Sono continuate anche ieri le attività sportive delle palestre GimFive. La catena del fitness conta cinque sedi in provincia: due a Modena e poi Fiorano, Carpi, Vignola. In tutte le strutture si sono presentate le forze dell’ordine per comminare sanzioni e identificare i clienti. A Vignola, nella palestra che si trova al centro commerciale Marco Polo, oltre alla sanzione amministrativa è scattata anche la richiesta di chiusura per cinque giorni. La polizia locale dell’Unione Terre di Castelli è arrivata alla GimFive vignolese intorno alle 11 di ieri. All’interno una quindicina di persone che si stavano adoperando in alcune pratiche sportive. In un primo momento gli agenti non sono stati fatti entrare per notificare il provvedimento. «Qui entrano solamente i tesserati alla palestra»: il coro di Federico Milieni e Massimiliano Masetti di GimFive. Fuori dalla porta, però, non erano presenti clienti non tesserati, ma agenti della polizia locale. Fatto sta che, dopo l’intervento telefonico dell’avvocato dell’attività, l’iter si è consumato regolarmente con due operatori in divisa che sono entrati regolarmente nell’atrio. Il tutto, questo è bene sottolinearlo, si è sviluppato nella massima tranquillità, con grande educazione e rispetto.

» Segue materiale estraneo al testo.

import type { CheckDraft, CheckKind, CheckResult } from '@/components/probes/check-draft'
import { effectAt } from '@/components/probes/check-draft'
import { Button } from '@/components/ui/button'
import { Facts } from '@/components/ui/facts'
import { FormError } from '@/components/ui/form-error'
import type { Problem } from '@/components/ui/problem'
import { TextField } from '@/components/ui/text-field'
import { formatNumber, formatSigned, formatTemp, toShownDifference, unitName } from '@/lib/format'
import type { TemperatureUnit } from '@/lib/format'
import type { ProbeCheckDto } from '@/lib/probes/schema'
import { shownSentence } from '@/lib/recipes/shown-sentence'

/** Where the dose is made: what the check does to a reading there. */
const shownAtC = 200

/** What the check says, how good it is, what it changes, and when it is due again. */
export function CheckResultStep({
  draft,
  result,
  checks,
  nowMs,
  months,
  unit,
  isBusy,
  problem,
  onDueOn,
  onBack,
  onRecord,
}: {
  draft: CheckDraft & { kind: CheckKind }
  result: CheckResult
  checks: readonly ProbeCheckDto[]
  nowMs: number
  months: number
  unit: TemperatureUnit
  isBusy: boolean
  problem: Problem | null
  onDueOn: (dueOn: string) => void
  onBack: () => void
  onRecord: () => void
}) {
  const half = (differenceC: number) =>
    `${formatNumber(toShownDifference(differenceC, unit), 2)} ${unitName(unit)}`
  return (
    <form
      method="post"
      noValidate
      onSubmit={(event) => {
        event.preventDefault()
        onRecord()
      }}
    >
      <FormError problem={shown(problem, unit)} />
      <div className="grid gap-x-12 gap-y-6 lg:grid-cols-2">
        <section>
          <h2 className="text-large">Correction</h2>
          <p className="text-[62px] leading-none font-[640]">
            {formatSigned(toShownDifference(result.correctionC, unit), 2)}
            <span className="text-title font-[380]">
              {' '}
              {unitName(unit)} ± {formatNumber(toShownDifference(result.wholeC, unit), 2)}
            </span>
          </p>
          <div className="mt-3">
            <Facts
              isRuled
              facts={[
                { name: 'Reference', value: formatTemp(result.referenceTempC, unit, 2) },
                { name: 'The probe read', value: formatTemp(result.measuredTempC, unit, 2) },
                { name: 'How', value: howWords(draft) },
                {
                  name: 'Uncertainty, k = 2',
                  value: `${half(result.wholeC)}: reference, scatter and resolution as squares`,
                },
              ]}
            />
          </div>
        </section>
        <section>
          <h2 className="text-large">What it changes</h2>
          <Effect draft={draft} result={result} checks={checks} nowMs={nowMs} unit={unit} />
          <TextField
            name="dueAt"
            type="date"
            label="Due again on"
            className="mt-5 max-w-64"
            hint={`Left empty: ${formatNumber(months, months % 1 === 0 ? 0 : 1)} months from today, the site’s usual time.`}
            value={draft.dueOn}
            error={problem?.fields?.['dueAt']}
            onChange={(event) => onDueOn(event.target.value)}
          />
        </section>
      </div>
      <div className="mt-6 flex flex-wrap justify-between gap-3">
        <Button className="min-h-14! px-6!" onClick={onBack}>
          Back
        </Button>
        <Button type="submit" kind="due" className="min-h-14! px-6!" isBusy={isBusy}>
          {isBusy ? 'Recording' : 'Record the check'}
        </Button>
      </div>
    </form>
  )
}

function howWords({ taken }: CheckDraft): string {
  return taken?.way === 'live' ? 'the mean of its own settled readings' : 'read by eye'
}

function Effect({
  draft,
  result,
  checks,
  nowMs,
  unit,
}: {
  draft: CheckDraft & { kind: CheckKind }
  result: CheckResult
  checks: readonly ProbeCheckDto[]
  nowMs: number
  unit: TemperatureUnit
}) {
  const { beforeC, afterC, halfC } = effectAt(shownAtC, checks, draft.kind, result, nowMs)
  const reading = formatTemp(shownAtC, unit, 1)
  const isSame = Math.abs(afterC - beforeC) < 0.005
  return (
    <div className="mt-1 text-large">
      <p>
        {isSame
          ? `A reading of ${reading} stays ${formatTemp(afterC, unit, 1)}.`
          : `A reading of ${reading} was taken as ${formatTemp(beforeC, unit, 1)}; from now on it is ${formatTemp(afterC, unit, 1)}.`}
      </p>
      <p className="mt-1 text-soft">
        {halfC === null
          ? 'That lies beyond the checked points: only the probe’s class says how good it is there.'
          : `Good to ± ${formatNumber(toShownDifference(halfC, unit), 2)} ${unitName(unit)} (k = 2).`}{' '}
        Firings that have begun keep the correction that they began with.
      </p>
    </div>
  )
}

/** The server's sentences say °C. */
function shown(problem: Problem | null, unit: TemperatureUnit): Problem | null {
  if (problem === null || problem.fields === undefined) return problem
  const fields = Object.entries(problem.fields).map(([name, sentence]) => [
    name,
    shownSentence(name, sentence, unit),
  ])
  return { ...problem, fields: Object.fromEntries(fields) }
}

«Confermo che tutte le nostre palestre della provincia sono state controllate - dice Milieni - e confermo che la nostra protesta continua. Non abbiamo intenzione di chiudere, lo saremo domani (oggi, ndr) per il classico riposo domenicale. Ma dalla prossima settimana si ricomincia. A Modena, a Carpi, a Fiorano e anche nella sede di Vignola. La nostra protesta prosegue, vogliamo lavorare e non ci fermeremo». Sulla stessa lunghezza d’onda anche Massimiliano Masetti che spiega: «In questi giorni abbiamo accolto diverse decine di clienti. Voglio dire che i loro abbonamenti sono “congelati” non perderanno un solo giorno».


Gli stessi clienti che, come detto, sono stati identificati e che con ogni probabilità riceveranno a loro volta una multa. «Io sono favorevole all’apertura- dice Saverio Gentile, che sperava di trovare aperto - ovviamente in sicurezza, magari in numero ridotto».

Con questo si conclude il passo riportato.